§ **Aim of the task**
Copy exactly the lines from the start of the data below through the one that carries "The recording is", and only those.

§ **Recorded information**

============================================================

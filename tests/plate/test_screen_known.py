"""A well's MS feature looked up in a known-compound library: matches become checked structure candidates.

The recording is synthetic (nmrcheck.synth): methyl tert-butyl ether (1.19 ppm 9 H, 3.22 ppm
3 H; textbook values, from memory) in CDCl3. The library, written in the test, holds MTBE
and two isomers (C5H12O, formulas from RDKit) under invented taxa.
"""

from __future__ import annotations

import pytest
from rdkit import Chem
from rdkit.Chem.Descriptors import ExactMolWt

from nmrcheck.chem import ion_mz
from nmrcheck.io.writers import write_bruker_fid
from nmrcheck.ms.library import open_library
from nmrcheck.plate import read_manifest
from nmrcheck.plate.screen import ScreenOptions, screen_well
from nmrcheck.synth import Line, simulate_fid

MTBE = "COC(C)(C)C"


@pytest.fixture(scope="module")
def screened(tmp_path_factory):
    root = tmp_path_factory.mktemp("known")
    write_bruker_fid(simulate_fid([Line(1.19, 0.9), Line(3.22, 0.3), Line(7.26, 0.05)], noise=0.002, solvent="CDCl3", seed=3), root / "fids" / "A1")
    mz = ion_mz(ExactMolWt(Chem.MolFromSmiles(MTBE)), "[M+H]+") * (1 + 1e-6)
    (root / "manifest.csv").write_text(
        f"well,spectrum,ms_feature\nA1,fids/A1,{mz:.5f} [M+H]+\nA2,fids/A1,{mz + 7.0:.5f} [M+H]+\n", encoding="utf-8"
    )
    (root / "known.csv").write_text(
        "name,smiles,genus,family\n"
        f"tertbutylin,{MTBE},Calyxia,Calyxiidae\n"
        "pentanolin,CCCCCO,Umbrella,Umbrellidae\n"
        "propylethylin,CCCOCC,Nocturnella,Calyxiidae\n",
        encoding="utf-8",
    )
    index = open_library(root / "known.csv", cache_dir=root / "cache")
    options = ScreenOptions(library=index.database, genus="Calyxia", family="Calyxiidae")
    plate = read_manifest(root / "manifest.csv")
    return {w.well: screen_well(w, plate.directory, options) for w in plate.wells}


def test_known_compounds_join_the_candidates_ranked_by_taxon(screened):
    r = screened["A1"]
    assert r.status == "done", r.error
    assert r.known.count == 3 and r.known.summary == "known (3 candidates)"
    assert [(m.rank, m.name, m.taxon_match) for m in r.known.matches] == [(1, "tertbutylin", "genus"), (2, "propylethylin", "family"), (3, "pentanolin", "other")]
    assert r.known.ions == ("[M+H]+",) and r.known.genus == "Calyxia"
    assert not [n for n in r.notes if n.startswith("known compounds")]
    known = [c for c in r.candidates if c["source"] == "library"]
    assert [c["known"]["name"] for c in known] == ["tertbutylin", "propylethylin", "pentanolin"]
    assert [c["known"]["taxon_match"] for c in known] == ["genus", "family", "other"]
    checked = {c["key"]: c for c in r.checks}
    assert all(c["key"] in checked for c in known)
    # The spectrum (9 H + 3 H singlets) fits MTBE better than its isomers.
    best = min((checked[c["key"]] for c in known), key=lambda c: c["rank"])
    assert best["label"].startswith("tertbutylin")


def test_no_known_compound_at_this_mass(screened):
    r = screened["A2"]
    assert r.known.count == 0 and r.known.matches == () and r.known.summary == "no known compound at this mass"
    assert not [c for c in r.candidates if c["source"] == "library"]


def test_the_search_record_round_trips_through_the_results_store(screened, tmp_path):
    from nmrcheck.plate.store import ResultsStore

    with ResultsStore(tmp_path / "out") as store:
        run_id = store.start_run(manifest="manifest.csv", options={}, software_version="test")
        for r in screened.values():
            store.save(run_id, r)
        back = store.current(with_trace=False)
    assert back["A1"].known == screened["A1"].known and back["A2"].known == screened["A2"].known


def test_a_well_without_ms_feature_or_library_has_no_search_record():
    from nmrcheck.plate.results import WellResult

    plain = WellResult.from_dict({"well": "A3", "status": "done", "verdict": "undecided", "notes": ["something else"]})
    assert plain.known is None and plain.notes == ("something else",)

============================================================

§ **Written solution**
filename tests/plate/test_screen_known.py
"""A well's MS feature looked up in a known-compound library: matches become checked structure candidates.

The recording is synthetic (nmrcheck.synth): methyl tert-butyl ether (1.19 ppm 9 H, 3.22 ppm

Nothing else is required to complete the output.